Polyacrylamide gel electrophoresis of S-RNase fragments for identification of S-genotypes of Japanese pear (Pyrus pyrifolia).

Japanese pear (Pyrus pyrifolia) exhibits gametophytic self-incompatibility (GSI) controlled by a complex and multiallelic S locus. The pistil-part product of the S locus is the polymorphic ribonuclease, S-RNase. Information on S-genotypes is important for the production and breeding of Japanese pears. Molecular analyses of S-genotypes of Japanese pear have been conducted with the CAPS (cleaved amplified polymorphic sequence) system; PCR amplification of S-RNase fragments by a common primer pair followed by digestion with restriction enzymes each of which cleaves a specific S haplotype. Here, we show that the separation of S-RNase fragments by polyacrylamide gel electrophoresis (PAGE) distinguishes four out of nine S haplotypes of Japanese pear without restriction digestion. S(3)-, S(5)-, S(6)- and S(8)-RNases were identified as distinct bands by PAGE. S(3)- and S(5)-RNases were separated by PAGE despite their identical fragment sizes. Using this system, three Japanese pear lines with unknown S-genotypes were analyzed.

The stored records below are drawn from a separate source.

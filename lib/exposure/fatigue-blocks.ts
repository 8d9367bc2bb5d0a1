// After a recording has streamed: its spectral epochs (µV) are noise-corrected, normalized, marked
// active or not, and cut into time blocks and task segments, each with its amplitude and MNF trends
// and JASA category; plus the per-minute MNF series for the report chart.
import { median } from '../stats/median.js';
import type { FatigueBlock, FatigueSeries, LoadUnit } from '../study/results.js';
import { fatigueText } from '../messages.js';
import type { FatigueSettings } from './fatigue-settings.js';
import { fatigueTrend, type EpochValues, type FatigueTrend } from './fatigue-trend.js';
import { noiseCorrect } from './noise-correct.js';
import type { SpectralEpochSeries } from './spectral-epochs.js';

/** Who and what the epochs belong to, and the levels used to normalize them. */
export interface FatigueChannelContext {
  worker: string;
  condition: string;
  muscle: string;
  signal: string;
  recording: string;
  /** Duration of the recording, s (time blocks tile [0, duration_s)). */
  duration_s: number;
  /** The study's load unit. */
  unit: LoadUnit;
  /** Reference amplitude, µV (after noise correction); null = not normalizing, or missing. */
  reference_uv: number | null;
  /** Noise RMS, µV; null = not known / not corrected. */
  noise_uv: number | null;
  segments: readonly { label: string; start_s: number; end_s: number }[];
}

export interface FatigueChannelResult {
  blocks: FatigueBlock[];
  series: FatigueSeries;
  /** The epoch values used (normalized amplitude and active flags), for tests and further use. */
  values: EpochValues;
}

/** Fewest active epochs for a point of the chart series. */
const SERIES_MIN_EPOCHS = 5;

const orNull = (v: number) => (Number.isFinite(v) ? v : null);

/**
 * Fatigue trends of one channel of one recording.
 * Amplitude per epoch: noiseCorrect(rms, noise) (when noise is known), divided by reference_uv and
 * times 100 when normalizing (unit = the study's unit); µV when unit is 'uV'; NaN when normalizing
 * without a reference. Active epoch: amplitude ≥ active_threshold_pct (only with a reference) and
 * rms ≥ active_noise_factor × noise (only with a noise level); the rule is written into each block.
 * Time blocks tile [0, duration_s) by block_s (the last may be shorter); one more block per task
 * segment instance. Each block: fatigueTrend (least squares per minute, 95 % t intervals, JASA).
 * @example fatigueBlocks(tap.result(), { worker: 'W1', …, reference_uv: 412, noise_uv: 2.1 }, settings)
 * Source: METHODS.md §6 (JASA, Luttmann et al. 2000) and §7 (MNF, epochs).
 */
export function fatigueBlocks(epochs: SpectralEpochSeries, ctx: FatigueChannelContext, settings: FatigueSettings): FatigueChannelResult {
  const n = epochs.t_s.length;
  const normalizing = ctx.unit !== 'uV';
  const ref = normalizing ? ctx.reference_uv : null;
  const amplitude = new Float64Array(n);
  const active = new Uint8Array(n);
  const noise = ctx.noise_uv;
  const noiseFloor = noise !== null && noise > 0 ? settings.active_noise_factor * noise : -Infinity;
  for (let i = 0; i < n; i++) {
    const rms = epochs.rms_uv[i]!;
    const corrected = noise === null ? rms : noiseCorrect(rms, noise);
    const amp = !normalizing ? corrected : ref === null ? NaN : (100 * corrected) / ref;
    amplitude[i] = amp;
    const byLevel = ref === null || amp >= settings.active_threshold_pct;
    active[i] = Number.isFinite(rms) && rms > 0 && rms >= noiseFloor && byLevel ? 1 : 0;
  }
  const values: EpochValues = { t_s: epochs.t_s, amplitude, mnf_hz: epochs.mnf_hz, mdf_hz: epochs.mdf_hz, active };
  const rule = fatigueText.activeRule(ref === null ? null : settings.active_threshold_pct, ctx.unit,
    noise !== null && noise > 0 ? settings.active_noise_factor : null, noise);
  const slopeUnit = `${ctx.unit}/min`;

  const blocks: FatigueBlock[] = [];
  const add = (segment: string | null, start_s: number, end_s: number) => {
    const tr: FatigueTrend = fatigueTrend(values, start_s, end_s, { min_epochs: settings.min_epochs, confidence: 0.95 });
    blocks.push({
      worker: ctx.worker, condition: ctx.condition, muscle: ctx.muscle, signal: ctx.signal, recording: ctx.recording,
      segment, start_s, end_s, epochs: tr.epochs, epochs_total: tr.epochs_total,
      amplitude_unit: ctx.unit, amplitude_slope_unit: slopeUnit,
      amplitude_mean: orNull(tr.amplitude_mean), amplitude_slope_per_min: orNull(tr.amplitude_slope_per_min),
      amplitude_ci_low: orNull(tr.amplitude_ci_low), amplitude_ci_high: orNull(tr.amplitude_ci_high),
      mnf_mean_hz: orNull(tr.mnf_mean_hz), mnf_slope_hz_per_min: orNull(tr.mnf_slope_hz_per_min),
      mnf_ci_low: orNull(tr.mnf_ci_low), mnf_ci_high: orNull(tr.mnf_ci_high),
      mdf_mean_hz: orNull(tr.mdf_mean_hz), mdf_slope_hz_per_min: orNull(tr.mdf_slope_hz_per_min),
      category: tr.category, ci_level: 0.95, active_rule: rule,
    });
  };
  const B = settings.block_s;
  for (let k = 0; k * B < ctx.duration_s; k++) add(null, k * B, Math.min((k + 1) * B, ctx.duration_s));
  for (const sg of ctx.segments) add(sg.label, sg.start_s, sg.end_s);

  return { blocks, series: fatigueSeries(values, ctx, settings.series_step_s), values };
}

/**
 * Medians of MNF, MDF and amplitude over the active epochs of each step of `step_s` (null where a
 * step has fewer than 5 active epochs with a finite MNF).
 * @example fatigueSeries(values, ctx, 60).mnf_hz // one value per minute
 */
export function fatigueSeries(v: EpochValues, ctx: FatigueChannelContext, step_s: number): FatigueSeries {
  const steps = Math.max(0, Math.ceil(ctx.duration_s / step_s - 1e-9));
  const mnf: (number | null)[] = new Array(steps).fill(null);
  const mdf: (number | null)[] = new Array(steps).fill(null);
  const amp: (number | null)[] = new Array(steps).fill(null);
  const count: number[] = new Array(steps).fill(0);
  const n = v.t_s.length;
  const bf = new Float64Array(n), bd = new Float64Array(n), ba = new Float64Array(n);
  let i = 0;
  for (let k = 0; k < steps; k++) {
    const end = (k + 1) * step_s;
    let m = 0;
    while (i < n && v.t_s[i]! < end) {
      if (v.active[i] === 1 && Number.isFinite(v.mnf_hz[i]!)) { bf[m] = v.mnf_hz[i]!; bd[m] = v.mdf_hz[i]!; ba[m] = v.amplitude[i]!; m++; }
      i++;
    }
    count[k] = m;
    if (m >= SERIES_MIN_EPOCHS) {
      mnf[k] = orNull(median(bf.subarray(0, m)));
      mdf[k] = orNull(median(bd.subarray(0, m)));
      amp[k] = orNull(median(ba.subarray(0, m)));
    }
  }
  return {
    worker: ctx.worker, condition: ctx.condition, muscle: ctx.muscle, signal: ctx.signal, recording: ctx.recording,
    step_s, amplitude_unit: ctx.unit, mnf_hz: mnf, mdf_hz: mdf, amplitude: amp, active_epochs: count,
    segments: ctx.segments.map((s) => ({ label: s.label, start_s: s.start_s, end_s: s.end_s })),
  };
}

The newly determined S-genotypes of the lines were confirmed by CAPS analysis.

Sequence divergence and loss-of-function phenotypes of S locus F-box brothers genes are consistent with non-self recognition by multiple pollen determinants in self-incompatibility of Japanese pear (Pyrus pyrifolia).

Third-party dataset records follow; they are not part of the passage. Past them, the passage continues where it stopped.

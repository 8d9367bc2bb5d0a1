// Normalization of an RMS envelope to a reference amplitude (MVE, RVE or task peak), in percent.
// Terminology: Mathiassen, Winkel & Hägg 1995, J Electromyogr Kinesiol 5(4):197–226 (FOUND).

import { UsageError } from '../errors.js';
import { exposureMsg } from '../messages.js';

/**
 * Envelope in percent of a reference amplitude: 100 · env / referenceUv (new array).
 *
 * Apply the same filters and noise correction to the reference as to the field data first.
 *
 * @param env RMS envelope in µV (noise-corrected); NaN stays NaN
 * @param referenceUv reference amplitude in µV (> 0), e.g. MVE or RVE
 * @returns new Float64Array in %MVE / %RVE / %task-peak
 * @throws UsageError when referenceUv is not a finite number > 0
 * @example normalizeEnvelope(Float64Array.of(20), 400) // [5] (%MVE)
 */
export function normalizeEnvelope(env: ArrayLike<number>, referenceUv: number): Float64Array {
  if (!(Number.isFinite(referenceUv) && referenceUv > 0)) throw new UsageError(exposureMsg.referenceNotPositive(referenceUv));
  const n = env.length;
  const out = new Float64Array(n);
  const f = 100 / referenceUv;
  for (let i = 0; i < n; i++) out[i] = env[i]! * f;
  return out;
}
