// JASA: joint analysis of EMG spectrum and amplitude. The sign pair of the amplitude trend and
// the spectral (MNF) trend tells a change in force from a change caused by fatigue.

/** JASA category of a block, plus the two non-classifications. */
export type JasaCategory = 'force-increase' | 'force-decrease' | 'fatigue' | 'recovery' | 'no-clear-change' | 'insufficient-data';

/** A confidence interval of a trend (slope), any unit. */
export interface TrendInterval {
  low: number;
  high: number;
}

/**
 * JASA category from the confidence intervals of the amplitude trend and the MNF trend:
 * amplitude ↑ and MNF ↓ → 'fatigue'; amplitude ↓ and MNF ↑ → 'recovery'; both ↑ →
 * 'force-increase'; both ↓ → 'force-decrease'. A trend counts as ↑ or ↓ only when its whole
 * interval lies above or below 0; when either interval includes 0 the result is
 * 'no-clear-change' (tool design choice, METHODS.md §6). A NaN bound gives 'insufficient-data'.
 * @example jasaCategory({ low: 0.4, high: 0.6 }, { low: -0.9, high: -0.7 }) // 'fatigue'
 * Source: Luttmann A, Jäger M, Laurig W (2000) Int J Ind Ergon 25(6):645–660 (JASA and its four
 * categories, FOUND); the quadrant mapping is FROM MEMORY (METHODS.md §6 table).
 */
export function jasaCategory(amplitude: TrendInterval, spectrum: TrendInterval): JasaCategory {
  if ([amplitude.low, amplitude.high, spectrum.low, spectrum.high].some((v) => Number.isNaN(v))) return 'insufficient-data';
  const a = amplitude.low > 0 ? 1 : amplitude.high < 0 ? -1 : 0;
  const f = spectrum.low > 0 ? 1 : spectrum.high < 0 ? -1 : 0;
  if (a === 0 || f === 0) return 'no-clear-change';
  if (a > 0) return f < 0 ? 'fatigue' : 'force-increase';
  return f > 0 ? 'recovery' : 'force-decrease';
}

The S-RNase-based gametophytic self-incompatibility (SI) of Rosaceae, Solanaceae, and Plantaginaceae is controlled by at least two tightly linked genes located at the complex S locus; the highly polymorphic S-RNase for pistil specificity and the F-box gene (SFB/SLF) for pollen. Self-incompatibility in Prunus (Rosaceae) is considered to represent a 'self recognition by a single factor' system, because loss-of-function of SFB is associated with self-compatibility, and allelic divergence of SFB is high and comparable to that of S-RNase. In contrast, Petunia (Solanaceae) exhibits 'non-self recognition by multiple factors'. However, the distribution of 'self recognition' and 'non-self recognition' SI systems in different taxa is not clear. In addition, in 'non-self recognition' systems, a loss-of-function phenotype of pollen S is unknown. Here we analyze the divergence of SFBB genes, the multiple pollen S candidates, of a rosaceous plant Japanese pear (Pyrus pyrifolia) and show that intrahaplotypic divergence is high and comparable to the allelic diversity of S-RNase while interhaplotypic divergence is very low. Next, we analyzed loss-of-function of the SFBB1 type gene. Genetic analysis showed that pollen with the mutant haplotype S(4sm) lacking SFBB1-S(4) is rejected by pistils with an otherwise compatible S(1) while it is accepted by other non-self pistils. We found that the S(5) haplotype encodes a truncated SFBB1 protein, even though S(5) pollen is accepted normally by pistils with S(1) and other non-self haplotypes. These findings suggest that Japanese pear has a 'non-self recognition by multiple factors' SI system, although it is a species of Rosaceae to which Prunus also belongs.